The reason I abandoned writing MTG Forge version 2 in Python is because I had too many questions. If I had a Python programmer at my elbow, I would probably use Python. I am very familiar with Java. I know a ton of trivia about Java and when I have to look something up it makes sense. Python (and any computer language) is great it you know it backwards and forwards.
“So why does the program slow down as you play?”
Because of global variables. I keep calling Phase.nextPhase() and the stack keeps getting bigger and bigger. (This took me forever to figure out.) The stack keeps track of all the previous method calls and as the stack gets bigger MTG Forge gets slower. Basically this is a memory leak in Java and shows why global variables (objects) are bad. If Phase wasn’t a global object the stack would “unwind” when a new Phase object was created. (After thinking about it, I might be able to fix this by creating a new Phase object for each game. Even though Phase is global, creating a new object would let the stack unwind.)
As a side note, a reader (Nantuko) updated MTG Forge to make it look like this screenshot which I think looks great. (Me sent me the code so look for an update soon.)
Oops, that link should be
http://pastebin.com/m7a78f67d
So you call Phase.nextPhase() from within the previous call? Sounds like you have a recursive problem. The easiest fix is to move it to an outside loop:
while game.is_running:
Phase.nextPhase()
Forge, I feel your pain!
But at least, high level languages such as Python and Java exit with nice error messages ;)
I've been struggling with awful errors on my own project... and the PSP doesn't forgive, it just stupidly crashes !
http://wololo.net/wagic/2008/08/07/debugging/
Regarding your memory leak bug, although I guess it's not "that" easy, I think you should limit the number of events you store in your Phase history object...
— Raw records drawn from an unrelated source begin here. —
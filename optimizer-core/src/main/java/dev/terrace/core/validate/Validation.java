package dev.terrace.core.validate;

import dev.terrace.core.LoadedCampaign;
import dev.terrace.core.campaign.Campaign;
import dev.terrace.core.campaign.OutcomeSpec;
import dev.terrace.core.campaign.Scale;
import dev.terrace.core.fit.FitResults.Estimate;
import dev.terrace.core.fit.FitResults.FitReport;
import dev.terrace.core.fit.FitResults.ModelFit;
import dev.terrace.core.fit.ModelFitter;
import dev.terrace.core.model.ModelChain;
import dev.terrace.core.model.RecipeConverter;
import dev.terrace.core.plugins.PluginRegistry;
import dev.terrace.core.propose.CampaignSurrogate;
import dev.terrace.core.runlog.Run;
import dev.terrace.core.runlog.RunLog;
import dev.terrace.core.space.DesignPoint;
import dev.terrace.core.space.DesignSpace;
import dev.terrace.core.surrogate.ClassModel;
import dev.terrace.spi.GrowthModel;

import java.util.ArrayList;
import java.util.HashSet;
import java.util.LinkedHashMap;
import java.util.LinkedHashSet;
import java.util.List;
import java.util.Map;
import java.util.Optional;
import java.util.Set;
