TRANSIENT_NOTE = (
    "Time-dependent column: every species is integrated in time from the initial state, "
    "photochemistry only (no transport). O+ at heights where its chemical lifetime exceeds the "
    "diffusion time (see pce_doubtful in a steady run of the same scenario) is not realistic. "
    "Research output, not a forecast: do not use alone for radio, navigation or satellite "
    "operations.")


def _fixed_by_time(model, times):
    """Fixed densities (time, altitude, given) and neutrals ({name: (time, altitude)}) of a
    run whose environment follows time, else (None, None)."""
    timeline = getattr(model, "timeline", None)
    if timeline is None:
        return None, None
    given = np.stack([model.given_at(float(t)) for t in times])
    neutrals = {name: np.stack([timeline.field(float(t), lambda e, s=name: e.neutrals[s])
                                for t in times]) for name in model.environment.neutrals}
    return given, neutrals


def transient_dataset(model, times, n):
    """Dataset of a time integration: n shaped (time, altitude, species).

    Besides the densities: production, loss and reaction rates at each output time, the
    rate coefficients (which change with the sun), and a CF time coordinate in seconds
    since the scenario time (``time_s`` keeps the plain seconds).
    """
    mech = model.mechanism
    n = np.maximum(n, 0.0) if n.size else n
    given_t, neutrals_t = _fixed_by_time(model, times)
    dens, names, roles = species_table(model, n, given_t, neutrals_t)
    T = len(times)
    keep = [mech.index(s) for s in names if s in mech.all_species]
    A, R = model.altitude_km.size, len(model.reactions)
    prod = np.zeros((T, A, len(names)))
    loss = np.zeros_like(prod)
    rates = np.zeros((T, A, R))
    ks = np.zeros((T, A, R))
    for i, t in enumerate(times):
        k = model.rate_coefficients(float(t))
        ks[i] = k
        rates[i] = mech.rates(k, mech.full_densities(
            n[i], model.given if given_t is None else given_t[i]))
        P, L = mech.gross_rates(rates[i])
        prod[i, :, :len(keep)] = P[:, keep]
        loss[i, :, :len(keep)] = L[:, keep]
    stoich = _stoichiometry_and_totals(mech, names, keep, rates, prod, loss)
    dims3 = ("time", "species", "altitude")
    ds = xr.Dataset(
        {
            "density": (dims3, np.transpose(dens, (0, 2, 1)),
                        {"units": "cm-3", "long_name": "number density"}),
            "production": (dims3, np.transpose(prod, (0, 2, 1)),
                           {"units": "cm-3 s-1", "long_name": "gross chemical production"}),
            "loss": (dims3, np.transpose(loss, (0, 2, 1)),
                     {"units": "cm-3 s-1", "long_name": "gross chemical loss"}),
            **rate_coefficient_vars(model, np.transpose(ks, (0, 2, 1)),
                                    ("time", "reaction", "altitude")),
            "reaction_rate": (("time", "reaction", "altitude"), np.transpose(rates, (0, 2, 1)),
                              {"units": "cm-3 s-1", "long_name": "volume reaction rate"}),
            "net_stoichiometry": (("species", "reaction"), stoich,
                                  {"units": "1", "long_name": "net stoichiometric coefficient "
                                   "(products minus reactants)"}),
            "min_density": ("time", n.min(axis=(1, 2)) if n.size else np.zeros(T),
                            {"units": "cm-3", "long_name": "most negative solved density "
                             "before clipping at zero (integration accuracy check)"}),
        },
        coords={
            "time": ("time", np.asarray(times, float), _time_attrs(model)),
            "time_s": ("time", np.asarray(times, float),
                       {"units": "s", "long_name": "time since the scenario time"}),
            "altitude": ("altitude", model.altitude_km, ALTITUDE_ATTRS),
            "species": ("species", np.array(names, dtype=object)),
            "role": ("species", np.array(roles, dtype=object),
                     {"long_name": "solved, fixed, electron, balance or derived"}),
            "reaction": ("reaction", np.array(model.reactions, dtype=object)),
            "equation": ("reaction", np.array([_equation(r) for r in model.reaction_objects],
                                              dtype=object)),
            **unit_coordinates(model),
        },
        attrs=provenance(model),
    )
    ds.attrs["comment"] = TRANSIENT_NOTE
    for name, var in _environment_vars(model, times=times).items():
        ds[name] = var
    _add_level_outputs(model, ds, ks, dens, names, ("time",))
    env = model.environment
    if env.sun is not None:
        ds["solar_zenith_angle"] = ("time", np.array([env.solar_zenith_angle(t)
                                                      for t in times], float),
                                    {"units": "degree", "long_name": "solar zenith angle"})
    ds.attrs.update(mode="transient", environment=(
        "follows time: neutrals, temperatures and photo rates rebuilt every "
        f"{model.timeline.step_s:g} s and interpolated linearly, the sun every 60 s; transport "
        "coefficients and prescribed production of the start" if given_t is not None else
        "frozen at the scenario time (the sun moves)"))
    if model.transport is not None:
        ds.attrs.update(_transport_attrs(model, transient=True))
    return ds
@Incantus: nice piece of code. Makes me wanna try to implement that card in my game, just to see how complex that would be for me ! (damn, choose 2 ?)
Well fixing Phase.nextPhase() is complicated. Every "regular" phase, like Main 1, Combat, calls Phase.nextPhase(). The "loop" is the whole program.
I tried creating a new Phase object but the program doesn't work. I didn't figure out that MTG Forge slowed down until very late in developement.
I added the worst card of the "Command pick 2 cycle", Incendiary Command. That card really sucks for being a rare.
The reason I programmed it was because I was asked about it during my phone interview with Wizards, which didn't go anywhere.
Im not knowledgable about Java at all but couldnt you just clean up the phase object manually at the end of each turn? phase object = null? something like that?
I tried reseting Phase but it breaks the program (nothing works). So version 1 has a fatal error. Lets just hope that your computer has lots of memory, lol.